Nothing he requested involved DVR functions or web access or playback ..... so to enhance my statement it is the Ulitmate Media storage mulitzone system....expensive yes but it really is not the same animal as a HTPC your right..... And I have a HTPC i wouldnt trade for a Kaleidescape sytem


----------



## SteveMA (Jan 14, 2009)

RTS100x5 said:


> LOVE XBMC...... what sound card are you using ??


It's built into the i3 processor I used in the HTPC I built.


----------



## RTS100x5 (Sep 12, 2009)

you could go along way beyond the built in sound with a good sound card lddude:


----------



## SteveMA (Jan 14, 2009)

RTS100x5 said:


> you could go along way beyond the built in sound with a good sound card lddude:


Yes, I know. I was more concerned with getting the PC functional at the time I built it. Now that I have XBMC running (controlled via a Harmony One) I will look into a sound card upgrade. Not being that knowledgeable about sounds cards (or PC's to be honest), if one installs a sound card does the built-in automatically get "by-passed" or is this accomplished in the setup?

SteveMA


----------



## RTS100x5 (Sep 12, 2009)

SteveMA said:


> Yes, I know. I was more concerned with getting the PC functional at the time I built it. Now that I have XBMC running (controlled via a Harmony One) I will look into a sound card upgrade. Not being that knowledgeable about sounds cards (or PC's to be honest), if one installs a sound card does the built-in automatically get "by-passed" or is this accomplished in the setup?
> 
> SteveMA


The onboard sound would be disabled in BIOS....I can instruct you on this procedure if your unfamiliar with it....the you would install your new sound card...
Depending on what motherboard slots you have available would determine what choices you have in a new sound card.... PCI or PCI express x1, x16

Curious how you setup a Harmony to control XBMC :nerd:


----------



## SteveMA (Jan 14, 2009)

RTS100x5 said:


> The onboard sound would be disabled in BIOS....I can instruct you on this procedure if your unfamiliar with it....the you would install your new sound card...
> Depending on what motherboard slots you have available would determine what choices you have in a new sound card.... PCI or PCI express x1, x16
> 
> Curious how you setup a Harmony to control XBMC :nerd:


http://forum.xbmc.org/showthread.php?t=77519
This thread details the process pretty well. The pictures are missing in the early posts but if you look towards the end (~page 60 and on) you can see what they did. It is working for me pretty well.

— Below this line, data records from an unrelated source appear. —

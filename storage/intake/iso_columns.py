"""Reads a column of instants at once: the plain form of ISO 8601, `2026-03-28T02:10:00+01:00` or `...Z`."""

from __future__ import annotations

import numpy as np
from numpy.typing import NDArray

from core.record.instant import parse
from core.record.samples import Flags, Times
from storage.intake.byte_fields import Bytes, Offsets

_SHAPE = b"dddd-dd-ddTdd:dd:dd"
_DAYS = np.array([0, 31, 28, 31, 30, 31, 30, 31, 31, 30, 31, 30, 31])
_EARLIEST, _LATEST = parse("1990-01-01T00:00:00Z"), parse("2099-12-31T23:59:59Z")


def read_instants(data: Bytes, start: Offsets, length: Offsets) -> tuple[Times, Flags]:
    """Instants at offsets `start`, shape (n,), and which of them could be read; the rest need a slower look.

    `data` must go on for 32 bytes behind the last offset.
    """
    ok = ((length == 25) | (length == 20)).astype(np.bool_)
    digits: list[NDArray[np.int64]] = []
    for place, want in enumerate(_SHAPE):
        char = data[start + place]
        if want == ord("d"):
            digits.append(char.astype(np.int64) - 48)
            ok &= (char >= 48) & (char <= 57)
        else:
            ok &= char == want
    two = [digits[i] * 10 + digits[i + 1] for i in range(0, 14, 2)]
    year, (month, day, hour, minute, second) = two[0] * 100 + two[1], two[2:]
    ok &= (month >= 1) & (month <= 12) & (hour < 24) & (minute < 60) & (second < 60)
    leap = (year % 4 == 0) & ((year % 100 != 0) | (year % 400 == 0))
    longest = _DAYS[np.where(ok, month, 1)] + (leap & (month == 2))
    ok &= (day >= 1) & (day <= longest)
    offset, offset_ok = _offsets(data, start + 19, length)
    seconds = _days(year, month, day) * 86_400 + hour * 3_600 + minute * 60 + second - offset
    t = seconds * 1_000_000
    return t, ok & offset_ok & (t >= _EARLIEST) & (t <= _LATEST)


def _offsets(data: Bytes, start: Offsets, length: Offsets) -> tuple[NDArray[np.int64], Flags]:
    """Offsets from UTC in seconds: `Z` or `+HH:MM`."""
    sign = data[start]
    zulu = (length == 20) & (sign == ord("Z"))
    h1, h2, colon, m1, m2 = (data[start + k].astype(np.int64) for k in range(1, 6))
    hours, minutes = (h1 - 48) * 10 + h2 - 48, (m1 - 48) * 10 + m2 - 48
    digits = np.ones(start.shape, np.bool_)
    for char in (h1, h2, m1, m2):
        digits &= (char >= 48) & (char <= 57)
    signed = (sign == ord("+")) | (sign == ord("-"))
    full = (length == 25) & signed & digits & (colon == ord(":")) & (hours < 24) & (minutes < 60)
    seconds = (hours * 60 + minutes) * 60 * np.where(sign == ord("-"), -1, 1)
    return np.where(full, seconds, 0), zulu | full


def _days(year: NDArray[np.int64], month: NDArray[np.int64], day: NDArray[np.int64]) -> NDArray[np.int64]:
    """Days since 1970-01-01 of dates of the Gregorian calendar; years start in March, so that leap days end them."""
    y = year - (month <= 2)
    since_march = (month + 9) % 12
    day_of_year = (153 * since_march + 2) // 5 + day - 1
    day_of_400 = (y % 400) * 365 + (y % 400) // 4 - (y % 400) // 100 + day_of_year
    return y // 400 * 146_097 + day_of_400 - 719_468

I may well take you up on that. I still have a bit to do with XBMC (setting up Blu Ray with Total Media Theatre 5 and also Media Player Classic Home Cinema as per http://www.avsforum.com/avs-vb/showthread.php?t=1294647). I'll keep you posted.

Thanks for the offer.
SteveMA


----------



## Mopar_Mudder (Nov 8, 2010)

RTS100x5 said:


> you could go along way beyond the built in sound with a good sound card lddude:


What is the point if you bit stream to a reciever, which I would say 99% of HTPC are doing, a better sound card will gain you nothing.


----------



## Samuraijones (Oct 27, 2011)

Guys just wanted to say thanks for all the input on this. I decided to go with a unraid server and a dune media player. My server is up and running. Just have a few tweeks to do.


----------



## Mopar_Mudder (Nov 8, 2010)

Samuraijones said:


> Guys just wanted to say thanks for all the input on this. I decided to go with a unraid server and a dune media player. My server is up and running. Just have a few tweeks to do.


Good deal, I think you will be happpy when you get everything set up and going. Have thought of getting a Dune but I think I am too use to a HTPC and all the ways you can use it.


----------



## Samuraijones (Oct 27, 2011)

I have had PC in my media room before and it was nice. The dune is awsome, right now Im using zappiti. Works good with some fine tuning.


----------